Since January 2006 (i.e. after the time period of our study), there have been several WA legislative amendments to curb prescription fraud in the prescribing and dispensing of Schedule 8 drugs, to which stimulants belong.19 This includes that all repeat prescriptions are retained by the pharmacy that dispensed the original prescription, hence creating one-to-one prescriber-pharmacist and pharmacist-patient relationships as originally recommended by Berbatis and colleagues.9 Additionally, WA prescribers must now specify a repeat interval and pharmacists must obtain verbal or written approval from the prescriber to dispense a repeat before the repeat interval ends. It is too early to comment on the effectiveness of these strategies, although they do potentially overcome some limitations of the PBS 20-day rule, discussed earlier. However, we believe that further refinements, such as regulating the number of repeats and requiring prescribers to specify a repeat interval that resembles the expected usage, also warrant consideration. Lastly, the addition of Atomoxetine, a non-psycho-stimulant medication, to the PBS in July 2007 for the treatment of children with ADHD, and the increasing use of long-acting stimulants in WA since 2005,20 may also limit the potential to accrue excess stimulant medication. Future studies can confirm this by using the current study results as a baseline.
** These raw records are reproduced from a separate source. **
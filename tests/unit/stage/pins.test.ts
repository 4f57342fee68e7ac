// @vitest-environment happy-dom
import { beforeAll, describe, expect, it } from 'vitest'
import { fillViewProjection, namedCamera, project } from '@/scene/frame/camera'
import { fillPinned, middleOfPart } from '@/scene/frame/pins'
import { createPicture, fillVisibility, turnPicture } from '@/scene/stage/picture'
import { createPinLayer, type Pin } from '@/scene/stage/pins'
import type { Hold, StageLook } from '@/scene/stage/types'
import { defaultView } from '@/scene/model/default-scene'
import { presetRig } from '../frame/rigs'

const size = { width: 900, height: 640, ratio: 1 }

/** A pen that draws nothing. */
const pen = new Proxy({} as CanvasRenderingContext2D, {
  get: () => () => undefined,
  set: () => true,
})

beforeAll(() => {
  HTMLCanvasElement.prototype.getContext = (() => pen) as never
})

const { rig, document: train } = presetRig('v8x-5000')

function standing(pins: Pin[]) {
  const host = document.createElement('div')
  const camera = namedCamera('free', rig, size.width / size.height)
  const palette = { pencil: '#7A4CC0', paper: '#F5F2EA' }
  const told: number[] = []
  const hold = {
    host,
    eye: { camera },
    sheet: size,
    palette,
    touch: () => {},
    wake: () => {},
  } as unknown as Hold
  const layer = createPinLayer()
  layer.listen((number) => told.push(number))
  layer.set(pins)
  const details = layer.details(hold, null)
  const picture = createPicture({ rig })
  const look = {
    ...{ hidden: [], ghost: [], lit: [], balloons: [] },
    forceUnit: 'N',
    overlays: defaultView(train).overlays,
  } as StageLook
  const draw = (angle: number, still: boolean, shown = look) => {
    turnPicture(picture, angle)
    fillVisibility(picture, shown)
    fillViewProjection(picture.frame.viewProjection, picture.frame.eye, camera, size.width / size.height)
    details.stand(picture, shown)
    details.finish(still)
  }
  const flags = () => [...host.querySelectorAll<HTMLButtonElement>('.stage-pin')]
  return { layer, picture, look, draw, flags, told }
}

const pinOn = (number: number, part: string, point?: [number, number, number]): Pin => ({
  ...{ number, part, form: 'filled', on: false, label: `Note ${number}` },
  point:
    point ??
    middleOfPart(
      rig,
      rig.parts.findIndex(({ id }) => id === part),
    ),
})

const journal = rig.parts.find(({ kind }) => kind === 'main-journal')!.id
const shownAt = (flag: HTMLElement) => (flag.dataset.at ?? '').split(' ').map(Number)

describe('createPinLayer()', () => {
  it('follows its part within a hundredth of a pixel wherever the crank stands', () => {
    const { picture, draw, flags } = standing([pinOn(1, 'piston:3')])
    const part = rig.parts.findIndex(({ id }) => id === 'piston:3')
    for (const angle of [0, 0.7, 2.5, 4.4, 6.9, 9.1, 12.5]) {
      draw(angle, true)
      const world = fillPinned(new Float64Array(3), picture.pose, part, ...middleOfPart(rig, part))
      const spot = new Float64Array(3)
      project(spot, picture.frame.viewProjection, world[0], world[1], world[2], size.width, size.height)
      const [x, y] = shownAt(flags()[0])
      expect(x).toBeCloseTo(spot[0], 1)
      expect(y).toBeCloseTo(spot[1], 1)
    }
  })

  it('tells which flag was pressed, and takes the flag away with a hidden part', () => {
    const { draw, flags, told, look } = standing([pinOn(4, 'piston:3'), pinOn(5, journal)])
    draw(0, true)
    expect(flags().map(({ textContent }) => textContent)).toEqual(['4', '5'])
    flags()[1].click()
    expect(told).toEqual([5])
    draw(0, true, { ...look, hidden: ['pistons'] })
    expect(flags().map(({ textContent }) => textContent)).toEqual(['5'])
  })

  it('meets the part under a place of the sheet, at the point that is pinned there', () => {
    const { layer, draw, flags } = standing([])
    draw(1, true)
    const met = layer.pick(size.width / 2, size.height / 2)
    expect(met).not.toBeNull()
    layer.set([pinOn(1, met!.part, met!.point)])
    draw(1, true)
    const [x, y] = shownAt(flags()[0])
    expect(Math.hypot(x - size.width / 2, y - size.height / 2)).toBeLessThan(0.05)
    expect(layer.pick(1, 1)).toBeNull()
  })

  it('gives two hundred pins as many flags as have room, those first that come first', () => {
    const ids = rig.parts.map(({ id }) => id)
    const { draw, flags } = standing(
      Array.from({ length: 200 }, (_, i) => pinOn(i + 1, ids[(7 * i) % ids.length])),
    )
    draw(0, true)
    expect(flags().length).toBeGreaterThan(20)
    expect(flags().length).toBeLessThan(60)
    expect(flags()[0].textContent).toBe('1')
    const began = performance.now()
    for (let i = 1; i <= 100; i++) draw(i * 0.05, false)
    const each = (performance.now() - began) / 100
    console.log(`200 pins: ${each.toFixed(2)} ms a moving frame, painting apart`)
  })
})
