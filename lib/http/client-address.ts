import { config } from '@/lib/config'

/**
 * Whom a limit is for. Each trusted proxy adds the address it was called from at the end of X-Forwarded-For, so with
 * n of them the n-th from the end is the first that nobody could make up. Without a proxy the server is reached from
 * this machine alone, and everybody on it is one.
 */
export function clientAddress(request: { headers: Pick<Headers, 'get'> }): string {
  const { proxies } = config()
  if (proxies === 0) return 'this machine'
  const hops = (request.headers.get('x-forwarded-for') ?? '').split(',').map((hop) => hop.trim())
  return hops[hops.length - proxies] || 'unknown'
}
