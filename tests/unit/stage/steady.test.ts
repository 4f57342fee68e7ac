import { describe, expect, it } from 'vitest'
import { createClock } from '@/scene/session/clock'
import { steady } from '@/scene/stage/steady'

describe('steady(clock, events)', () => {
  const events = Array.from({ length: 8 }, (_, cylinder) => ({ cylinder, angle: cylinder }))
  const clock = createClock(4 * Math.PI)

  it('holds the marks steady when more than three firings a second would be shown', () => {
    clock.setRate((3.1 * clock.cycle) / 8)
    clock.play()
    expect(steady(clock, events)).toBe(true)
    clock.setRate((2.9 * clock.cycle) / 8)
    expect(steady(clock, events)).toBe(false)
  })

  it('an engine that stands shows what fires', () => {
    clock.setRate(1000)
    clock.pause()
    expect(steady(clock, events)).toBe(false)
  })
})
Using population-based administrative data, the intent of this study was to estimate the proportion of WA ADHD patients who were dispensed stimulant medication surplus to expectation and the magnitude of the discrepancy. We cautiously conclude that the majority of ADHD patients use their medication as prescribed. However, accrual of excess medication surplus to requirement occurred in 5.4% to 19.0% of ADHD patients during 2004. Our contribution to the paucity of information in this area was limited by design characteristics of the current WA SRG. This study highlights the need to review the design, administration and enforcement of these guidelines in the interests of patient safety, public transparency, methodological rigour and encouraging good prescribing practices. The generalisability of our results to other Australian States may be limited given that the rate of stimulant treatment in WA, at the time of writing, was 3.5-times greater than the national average.8
Statement of competing interests
The minimum estimation method reported in this paper was developed at the request of the WA Department of Health (WADoH). The WADoH asserted no other control over the authors' right to publish and is not otherwise responsible for the views expressed in this publication. The authors disclose a potential competing academic and professional interest with the WADoH. There was no financial support from the WADoH for this project, although the authors have received past financial support for analysis of WADoH ADHD data conducted to the WADoH specifications.
We thank the Pharmaceutical Services Branch at the WADoH for providing access to the data used in this investigation. We also thank Mr Andrew Milani, proprietor and pharmacist, Medina Pharmacy, WA, for helpful advice on matters related to the dispensing of stimulant prescriptions and patterns of use, as well as information on the 20-day rule of the Australian Pharmaceutical Benefits Scheme.